AIM OF THE TASK →
Write out each line of the entries below that holds the word "initials".

RECORDS →
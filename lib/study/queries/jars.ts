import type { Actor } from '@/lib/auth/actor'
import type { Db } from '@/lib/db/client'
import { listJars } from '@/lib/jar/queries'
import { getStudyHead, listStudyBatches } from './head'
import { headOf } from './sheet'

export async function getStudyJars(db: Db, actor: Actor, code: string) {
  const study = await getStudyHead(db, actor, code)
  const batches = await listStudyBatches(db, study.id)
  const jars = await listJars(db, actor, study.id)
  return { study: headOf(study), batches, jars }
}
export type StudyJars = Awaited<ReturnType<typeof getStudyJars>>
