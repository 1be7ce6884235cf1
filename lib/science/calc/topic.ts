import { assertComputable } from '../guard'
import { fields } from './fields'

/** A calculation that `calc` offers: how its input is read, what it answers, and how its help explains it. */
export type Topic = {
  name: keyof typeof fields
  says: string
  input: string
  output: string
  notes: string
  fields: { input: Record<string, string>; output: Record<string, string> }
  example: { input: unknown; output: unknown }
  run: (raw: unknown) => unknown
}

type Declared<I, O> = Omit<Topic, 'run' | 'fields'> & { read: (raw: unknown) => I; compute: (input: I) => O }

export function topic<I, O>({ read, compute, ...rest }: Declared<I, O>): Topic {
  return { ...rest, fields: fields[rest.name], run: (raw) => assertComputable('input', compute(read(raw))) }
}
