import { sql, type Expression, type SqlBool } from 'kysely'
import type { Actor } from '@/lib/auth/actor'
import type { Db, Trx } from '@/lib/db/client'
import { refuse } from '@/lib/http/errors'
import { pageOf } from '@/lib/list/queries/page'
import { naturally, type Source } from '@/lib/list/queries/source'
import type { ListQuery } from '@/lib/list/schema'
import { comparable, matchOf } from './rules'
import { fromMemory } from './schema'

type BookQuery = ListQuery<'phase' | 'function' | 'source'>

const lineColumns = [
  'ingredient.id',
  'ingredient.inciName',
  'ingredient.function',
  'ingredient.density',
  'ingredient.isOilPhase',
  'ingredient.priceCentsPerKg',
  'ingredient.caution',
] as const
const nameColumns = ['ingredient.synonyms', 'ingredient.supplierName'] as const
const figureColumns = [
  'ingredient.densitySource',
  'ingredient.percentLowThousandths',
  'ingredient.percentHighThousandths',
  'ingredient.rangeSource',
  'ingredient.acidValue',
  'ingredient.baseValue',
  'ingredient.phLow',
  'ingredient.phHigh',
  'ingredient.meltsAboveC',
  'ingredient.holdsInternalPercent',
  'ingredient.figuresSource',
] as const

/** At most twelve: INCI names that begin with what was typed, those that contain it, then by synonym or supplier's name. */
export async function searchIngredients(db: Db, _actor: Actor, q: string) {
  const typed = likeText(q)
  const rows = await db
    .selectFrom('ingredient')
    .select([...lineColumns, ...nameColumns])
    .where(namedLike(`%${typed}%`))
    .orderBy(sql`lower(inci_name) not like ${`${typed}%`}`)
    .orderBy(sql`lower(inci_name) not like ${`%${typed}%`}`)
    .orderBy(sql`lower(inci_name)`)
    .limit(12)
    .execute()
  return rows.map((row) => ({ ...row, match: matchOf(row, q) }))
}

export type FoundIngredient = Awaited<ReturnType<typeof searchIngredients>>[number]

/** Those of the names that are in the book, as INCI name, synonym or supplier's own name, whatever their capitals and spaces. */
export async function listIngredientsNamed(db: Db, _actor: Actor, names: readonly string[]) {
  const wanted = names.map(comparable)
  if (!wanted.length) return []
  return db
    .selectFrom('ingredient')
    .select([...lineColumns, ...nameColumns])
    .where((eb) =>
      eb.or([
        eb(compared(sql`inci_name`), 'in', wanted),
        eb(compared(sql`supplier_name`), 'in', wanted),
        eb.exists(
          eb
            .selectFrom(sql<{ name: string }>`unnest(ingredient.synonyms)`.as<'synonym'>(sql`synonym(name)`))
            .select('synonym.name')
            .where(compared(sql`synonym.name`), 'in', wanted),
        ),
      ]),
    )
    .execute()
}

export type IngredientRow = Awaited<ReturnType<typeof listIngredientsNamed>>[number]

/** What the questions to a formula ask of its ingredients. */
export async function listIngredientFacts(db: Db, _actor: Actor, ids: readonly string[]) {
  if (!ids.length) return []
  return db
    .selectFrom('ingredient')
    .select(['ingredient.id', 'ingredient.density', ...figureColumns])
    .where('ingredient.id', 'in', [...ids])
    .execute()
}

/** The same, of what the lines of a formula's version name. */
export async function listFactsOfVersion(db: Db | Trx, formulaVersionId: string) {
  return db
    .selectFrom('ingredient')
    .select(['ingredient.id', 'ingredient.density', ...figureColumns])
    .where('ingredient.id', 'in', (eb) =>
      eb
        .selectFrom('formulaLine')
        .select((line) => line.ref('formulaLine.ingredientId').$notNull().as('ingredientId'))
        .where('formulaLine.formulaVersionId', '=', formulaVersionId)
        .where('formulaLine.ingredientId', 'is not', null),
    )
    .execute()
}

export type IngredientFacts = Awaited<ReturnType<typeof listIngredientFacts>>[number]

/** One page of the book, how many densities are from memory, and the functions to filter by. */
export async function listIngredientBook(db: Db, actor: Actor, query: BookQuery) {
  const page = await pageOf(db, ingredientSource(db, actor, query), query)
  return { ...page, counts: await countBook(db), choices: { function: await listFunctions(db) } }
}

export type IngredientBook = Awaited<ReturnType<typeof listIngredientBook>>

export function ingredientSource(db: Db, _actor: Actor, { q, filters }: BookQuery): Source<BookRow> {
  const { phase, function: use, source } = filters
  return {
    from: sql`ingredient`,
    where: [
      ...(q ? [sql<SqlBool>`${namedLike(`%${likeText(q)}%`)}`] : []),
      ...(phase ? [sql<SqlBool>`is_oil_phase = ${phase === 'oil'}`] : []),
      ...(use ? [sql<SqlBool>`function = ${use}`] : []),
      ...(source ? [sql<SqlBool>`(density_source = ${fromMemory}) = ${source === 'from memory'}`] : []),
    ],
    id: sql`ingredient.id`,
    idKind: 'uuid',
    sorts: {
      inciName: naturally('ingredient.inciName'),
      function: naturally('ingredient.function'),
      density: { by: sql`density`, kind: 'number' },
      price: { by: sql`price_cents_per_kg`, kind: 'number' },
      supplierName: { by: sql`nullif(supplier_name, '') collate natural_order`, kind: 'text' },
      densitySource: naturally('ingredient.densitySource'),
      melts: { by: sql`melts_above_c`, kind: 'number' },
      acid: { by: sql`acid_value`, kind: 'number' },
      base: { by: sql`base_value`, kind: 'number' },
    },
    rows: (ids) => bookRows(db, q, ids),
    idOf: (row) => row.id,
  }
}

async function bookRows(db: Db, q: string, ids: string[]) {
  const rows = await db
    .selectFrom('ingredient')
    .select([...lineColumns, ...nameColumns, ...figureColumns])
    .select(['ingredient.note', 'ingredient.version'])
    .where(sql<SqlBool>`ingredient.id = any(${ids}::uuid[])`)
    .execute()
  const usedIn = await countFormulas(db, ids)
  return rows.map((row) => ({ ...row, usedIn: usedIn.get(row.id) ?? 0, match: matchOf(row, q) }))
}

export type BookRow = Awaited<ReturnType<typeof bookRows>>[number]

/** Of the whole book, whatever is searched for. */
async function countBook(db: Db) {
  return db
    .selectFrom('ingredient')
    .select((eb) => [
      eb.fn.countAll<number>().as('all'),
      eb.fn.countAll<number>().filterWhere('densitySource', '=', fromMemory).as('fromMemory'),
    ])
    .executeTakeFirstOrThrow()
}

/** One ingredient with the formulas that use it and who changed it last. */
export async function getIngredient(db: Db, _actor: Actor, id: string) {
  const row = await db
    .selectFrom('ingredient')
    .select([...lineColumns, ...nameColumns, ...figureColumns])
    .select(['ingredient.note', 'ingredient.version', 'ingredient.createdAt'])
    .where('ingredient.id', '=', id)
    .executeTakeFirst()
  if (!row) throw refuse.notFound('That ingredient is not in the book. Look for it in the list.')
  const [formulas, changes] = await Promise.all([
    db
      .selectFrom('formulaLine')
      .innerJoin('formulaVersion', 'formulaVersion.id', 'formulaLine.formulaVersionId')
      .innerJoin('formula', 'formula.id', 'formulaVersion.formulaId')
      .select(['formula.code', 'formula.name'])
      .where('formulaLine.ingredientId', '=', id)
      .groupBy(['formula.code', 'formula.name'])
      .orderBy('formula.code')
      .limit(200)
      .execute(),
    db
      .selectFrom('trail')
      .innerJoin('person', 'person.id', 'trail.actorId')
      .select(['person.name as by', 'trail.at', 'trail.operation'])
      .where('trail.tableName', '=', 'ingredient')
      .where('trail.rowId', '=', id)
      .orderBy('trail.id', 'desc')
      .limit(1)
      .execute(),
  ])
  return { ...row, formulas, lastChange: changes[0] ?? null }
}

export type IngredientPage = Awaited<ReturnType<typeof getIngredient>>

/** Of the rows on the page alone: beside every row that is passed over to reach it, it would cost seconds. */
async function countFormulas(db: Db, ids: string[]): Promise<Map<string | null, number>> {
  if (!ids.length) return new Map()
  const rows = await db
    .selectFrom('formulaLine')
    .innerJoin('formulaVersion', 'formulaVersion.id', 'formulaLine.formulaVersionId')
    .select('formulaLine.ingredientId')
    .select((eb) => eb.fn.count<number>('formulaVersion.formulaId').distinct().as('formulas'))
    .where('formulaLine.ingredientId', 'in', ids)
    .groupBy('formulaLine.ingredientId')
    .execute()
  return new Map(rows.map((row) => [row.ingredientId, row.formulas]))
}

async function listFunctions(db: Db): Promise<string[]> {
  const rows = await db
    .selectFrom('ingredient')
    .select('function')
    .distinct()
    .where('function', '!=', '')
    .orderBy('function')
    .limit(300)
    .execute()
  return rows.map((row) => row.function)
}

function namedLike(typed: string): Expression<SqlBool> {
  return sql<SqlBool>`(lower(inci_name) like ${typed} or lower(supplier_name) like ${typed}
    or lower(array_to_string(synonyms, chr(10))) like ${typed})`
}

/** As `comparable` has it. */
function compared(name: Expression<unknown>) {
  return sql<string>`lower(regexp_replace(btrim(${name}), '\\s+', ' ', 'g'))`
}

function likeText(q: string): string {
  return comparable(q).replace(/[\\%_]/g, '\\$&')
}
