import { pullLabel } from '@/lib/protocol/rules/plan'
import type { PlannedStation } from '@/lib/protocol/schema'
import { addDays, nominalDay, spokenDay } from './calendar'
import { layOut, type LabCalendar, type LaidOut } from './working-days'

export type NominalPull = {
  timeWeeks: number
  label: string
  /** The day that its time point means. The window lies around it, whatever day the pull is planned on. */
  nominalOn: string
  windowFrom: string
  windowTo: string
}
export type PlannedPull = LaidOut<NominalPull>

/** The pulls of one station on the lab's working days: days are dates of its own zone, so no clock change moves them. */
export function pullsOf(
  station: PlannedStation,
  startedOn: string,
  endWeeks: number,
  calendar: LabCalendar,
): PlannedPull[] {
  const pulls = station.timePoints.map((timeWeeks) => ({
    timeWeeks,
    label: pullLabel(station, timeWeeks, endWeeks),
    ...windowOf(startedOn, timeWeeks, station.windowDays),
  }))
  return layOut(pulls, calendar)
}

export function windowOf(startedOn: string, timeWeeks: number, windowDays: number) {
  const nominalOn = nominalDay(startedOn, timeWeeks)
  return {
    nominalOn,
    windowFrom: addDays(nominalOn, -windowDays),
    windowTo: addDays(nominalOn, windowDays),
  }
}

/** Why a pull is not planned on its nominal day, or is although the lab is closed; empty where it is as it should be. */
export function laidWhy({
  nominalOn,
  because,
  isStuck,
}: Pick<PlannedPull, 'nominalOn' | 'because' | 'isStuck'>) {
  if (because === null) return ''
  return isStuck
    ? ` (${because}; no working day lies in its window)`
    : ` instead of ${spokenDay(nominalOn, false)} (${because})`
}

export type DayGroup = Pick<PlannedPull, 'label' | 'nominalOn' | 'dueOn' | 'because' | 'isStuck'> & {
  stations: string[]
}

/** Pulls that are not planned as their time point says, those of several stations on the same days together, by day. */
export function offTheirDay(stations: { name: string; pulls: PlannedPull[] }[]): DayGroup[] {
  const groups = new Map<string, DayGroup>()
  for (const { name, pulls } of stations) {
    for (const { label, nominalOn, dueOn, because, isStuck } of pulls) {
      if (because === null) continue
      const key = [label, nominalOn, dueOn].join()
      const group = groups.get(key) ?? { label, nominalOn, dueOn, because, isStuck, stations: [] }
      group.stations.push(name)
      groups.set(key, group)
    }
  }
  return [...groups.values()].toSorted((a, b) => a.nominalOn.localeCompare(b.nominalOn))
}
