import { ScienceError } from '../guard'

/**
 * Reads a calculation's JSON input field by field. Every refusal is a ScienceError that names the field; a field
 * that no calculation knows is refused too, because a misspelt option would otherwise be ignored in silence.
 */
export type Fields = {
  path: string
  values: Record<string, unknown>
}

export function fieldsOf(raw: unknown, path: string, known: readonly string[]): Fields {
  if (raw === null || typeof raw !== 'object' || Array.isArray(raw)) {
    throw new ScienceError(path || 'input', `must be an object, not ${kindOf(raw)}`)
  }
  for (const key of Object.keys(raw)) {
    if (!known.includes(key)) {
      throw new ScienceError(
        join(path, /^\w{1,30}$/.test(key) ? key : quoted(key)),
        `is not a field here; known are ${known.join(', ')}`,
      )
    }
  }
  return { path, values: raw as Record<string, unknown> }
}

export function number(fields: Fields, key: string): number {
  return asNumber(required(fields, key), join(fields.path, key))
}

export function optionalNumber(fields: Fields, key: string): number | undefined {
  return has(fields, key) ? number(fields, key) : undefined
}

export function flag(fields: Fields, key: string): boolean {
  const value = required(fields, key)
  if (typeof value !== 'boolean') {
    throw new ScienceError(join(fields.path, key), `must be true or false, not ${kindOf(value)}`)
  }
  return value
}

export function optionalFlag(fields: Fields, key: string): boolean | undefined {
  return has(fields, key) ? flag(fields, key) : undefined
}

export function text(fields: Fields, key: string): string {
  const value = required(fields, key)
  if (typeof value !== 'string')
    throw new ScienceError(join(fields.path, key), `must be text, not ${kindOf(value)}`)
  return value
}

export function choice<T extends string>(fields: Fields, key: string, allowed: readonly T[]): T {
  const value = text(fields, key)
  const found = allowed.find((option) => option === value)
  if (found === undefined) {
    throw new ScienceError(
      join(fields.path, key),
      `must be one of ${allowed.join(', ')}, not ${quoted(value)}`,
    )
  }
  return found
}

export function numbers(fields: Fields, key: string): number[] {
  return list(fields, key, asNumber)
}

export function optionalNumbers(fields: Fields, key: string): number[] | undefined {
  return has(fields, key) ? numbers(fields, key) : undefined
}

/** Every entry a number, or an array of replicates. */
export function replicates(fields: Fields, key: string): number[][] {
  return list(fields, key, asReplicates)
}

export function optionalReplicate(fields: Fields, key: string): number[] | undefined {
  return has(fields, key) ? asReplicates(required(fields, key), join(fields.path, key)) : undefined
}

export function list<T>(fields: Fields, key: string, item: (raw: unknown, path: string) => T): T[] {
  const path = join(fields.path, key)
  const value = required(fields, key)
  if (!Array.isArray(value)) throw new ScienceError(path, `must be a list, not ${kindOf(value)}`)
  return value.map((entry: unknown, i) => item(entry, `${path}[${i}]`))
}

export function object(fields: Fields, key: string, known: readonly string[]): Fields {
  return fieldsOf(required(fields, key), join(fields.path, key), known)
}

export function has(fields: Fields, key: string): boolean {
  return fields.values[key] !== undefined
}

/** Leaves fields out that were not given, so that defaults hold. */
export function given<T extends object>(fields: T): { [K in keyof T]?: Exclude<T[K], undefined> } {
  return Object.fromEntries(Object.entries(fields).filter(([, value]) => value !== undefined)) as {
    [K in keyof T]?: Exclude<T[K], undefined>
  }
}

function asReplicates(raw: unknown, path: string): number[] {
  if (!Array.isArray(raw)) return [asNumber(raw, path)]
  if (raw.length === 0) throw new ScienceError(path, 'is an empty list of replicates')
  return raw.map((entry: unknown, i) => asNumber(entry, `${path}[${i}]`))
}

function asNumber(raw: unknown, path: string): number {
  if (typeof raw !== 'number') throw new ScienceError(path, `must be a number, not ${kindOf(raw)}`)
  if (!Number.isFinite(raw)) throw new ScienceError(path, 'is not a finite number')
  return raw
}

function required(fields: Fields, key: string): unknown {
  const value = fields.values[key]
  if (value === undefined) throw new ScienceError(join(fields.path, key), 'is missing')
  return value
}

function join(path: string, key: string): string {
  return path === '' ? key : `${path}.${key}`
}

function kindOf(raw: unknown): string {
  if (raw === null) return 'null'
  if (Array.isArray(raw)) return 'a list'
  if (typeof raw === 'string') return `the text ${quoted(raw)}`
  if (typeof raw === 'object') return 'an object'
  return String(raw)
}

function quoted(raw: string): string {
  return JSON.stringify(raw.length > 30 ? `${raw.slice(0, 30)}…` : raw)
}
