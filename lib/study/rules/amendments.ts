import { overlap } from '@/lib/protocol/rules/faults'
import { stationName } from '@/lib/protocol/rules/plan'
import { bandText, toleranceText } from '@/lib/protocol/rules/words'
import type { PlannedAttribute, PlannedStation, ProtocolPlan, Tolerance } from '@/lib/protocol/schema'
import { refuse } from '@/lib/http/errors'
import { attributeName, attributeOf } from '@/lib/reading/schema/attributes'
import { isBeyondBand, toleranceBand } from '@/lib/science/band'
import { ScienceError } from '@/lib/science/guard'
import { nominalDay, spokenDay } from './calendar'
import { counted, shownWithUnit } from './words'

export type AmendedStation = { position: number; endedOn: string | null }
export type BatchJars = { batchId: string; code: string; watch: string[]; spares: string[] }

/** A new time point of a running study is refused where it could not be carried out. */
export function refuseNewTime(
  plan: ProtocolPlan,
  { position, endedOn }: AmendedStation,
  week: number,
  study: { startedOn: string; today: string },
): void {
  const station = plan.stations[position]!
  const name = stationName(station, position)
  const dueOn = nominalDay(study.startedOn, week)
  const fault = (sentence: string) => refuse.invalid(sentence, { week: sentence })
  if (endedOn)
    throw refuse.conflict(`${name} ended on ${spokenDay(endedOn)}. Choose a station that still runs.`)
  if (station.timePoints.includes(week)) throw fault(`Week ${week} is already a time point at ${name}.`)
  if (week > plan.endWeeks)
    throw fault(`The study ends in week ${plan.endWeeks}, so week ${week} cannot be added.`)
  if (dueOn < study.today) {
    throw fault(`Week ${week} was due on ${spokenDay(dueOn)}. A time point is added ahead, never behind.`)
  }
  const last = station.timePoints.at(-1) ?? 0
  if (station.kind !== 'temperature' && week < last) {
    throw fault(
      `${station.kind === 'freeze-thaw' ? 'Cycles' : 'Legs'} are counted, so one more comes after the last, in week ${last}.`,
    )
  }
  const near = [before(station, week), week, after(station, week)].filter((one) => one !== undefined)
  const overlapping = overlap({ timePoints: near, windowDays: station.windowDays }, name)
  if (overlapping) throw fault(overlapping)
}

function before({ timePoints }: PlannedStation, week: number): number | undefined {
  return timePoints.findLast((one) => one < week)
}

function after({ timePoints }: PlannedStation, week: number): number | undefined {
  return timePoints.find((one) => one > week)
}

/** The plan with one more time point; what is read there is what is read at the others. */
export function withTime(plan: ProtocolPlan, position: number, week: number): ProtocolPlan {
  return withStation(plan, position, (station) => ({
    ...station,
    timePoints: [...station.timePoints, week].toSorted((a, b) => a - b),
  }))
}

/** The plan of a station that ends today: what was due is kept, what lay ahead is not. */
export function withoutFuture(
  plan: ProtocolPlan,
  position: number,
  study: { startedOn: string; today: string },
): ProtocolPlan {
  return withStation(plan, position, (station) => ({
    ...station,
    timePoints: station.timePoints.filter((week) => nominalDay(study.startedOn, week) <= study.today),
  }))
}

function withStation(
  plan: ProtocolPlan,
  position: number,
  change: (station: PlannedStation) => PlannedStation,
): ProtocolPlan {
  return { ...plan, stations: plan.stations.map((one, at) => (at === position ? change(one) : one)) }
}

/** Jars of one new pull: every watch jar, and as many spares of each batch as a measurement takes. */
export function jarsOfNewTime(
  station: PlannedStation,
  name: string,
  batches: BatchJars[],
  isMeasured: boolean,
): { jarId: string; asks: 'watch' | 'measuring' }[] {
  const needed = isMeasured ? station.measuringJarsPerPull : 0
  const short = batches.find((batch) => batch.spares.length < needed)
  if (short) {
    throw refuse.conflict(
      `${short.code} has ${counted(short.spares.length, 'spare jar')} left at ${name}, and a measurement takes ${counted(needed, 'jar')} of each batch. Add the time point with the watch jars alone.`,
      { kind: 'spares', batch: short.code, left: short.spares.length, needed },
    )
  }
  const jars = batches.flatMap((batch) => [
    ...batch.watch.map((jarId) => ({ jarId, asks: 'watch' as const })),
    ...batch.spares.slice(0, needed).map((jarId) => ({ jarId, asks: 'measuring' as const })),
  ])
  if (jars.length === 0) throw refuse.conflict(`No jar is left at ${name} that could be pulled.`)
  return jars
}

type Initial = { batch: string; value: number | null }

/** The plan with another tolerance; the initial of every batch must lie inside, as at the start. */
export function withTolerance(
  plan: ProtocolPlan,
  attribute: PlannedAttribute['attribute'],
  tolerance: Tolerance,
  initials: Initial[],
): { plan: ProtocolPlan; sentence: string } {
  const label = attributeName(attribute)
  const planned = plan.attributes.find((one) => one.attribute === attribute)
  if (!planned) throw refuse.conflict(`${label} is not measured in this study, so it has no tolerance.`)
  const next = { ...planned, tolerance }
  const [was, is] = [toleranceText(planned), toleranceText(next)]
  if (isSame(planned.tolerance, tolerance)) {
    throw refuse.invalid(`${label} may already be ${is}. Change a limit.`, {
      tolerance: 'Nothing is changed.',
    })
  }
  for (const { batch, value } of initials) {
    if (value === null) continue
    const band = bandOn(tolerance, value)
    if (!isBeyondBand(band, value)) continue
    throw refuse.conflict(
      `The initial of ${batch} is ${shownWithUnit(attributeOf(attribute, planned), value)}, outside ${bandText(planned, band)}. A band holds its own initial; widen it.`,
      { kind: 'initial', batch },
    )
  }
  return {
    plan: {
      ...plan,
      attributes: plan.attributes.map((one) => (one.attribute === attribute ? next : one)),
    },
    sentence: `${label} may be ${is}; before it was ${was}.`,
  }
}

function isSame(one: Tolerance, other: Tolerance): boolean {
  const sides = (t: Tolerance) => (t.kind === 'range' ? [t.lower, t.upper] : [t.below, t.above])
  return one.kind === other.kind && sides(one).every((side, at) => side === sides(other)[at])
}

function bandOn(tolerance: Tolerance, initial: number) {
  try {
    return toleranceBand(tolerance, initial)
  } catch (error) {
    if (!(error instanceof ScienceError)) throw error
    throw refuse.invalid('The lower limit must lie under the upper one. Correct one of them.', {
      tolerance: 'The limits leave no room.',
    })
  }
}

OUTPUT BELOW →
  initials: Initial[],
  for (const { batch, value } of initials) {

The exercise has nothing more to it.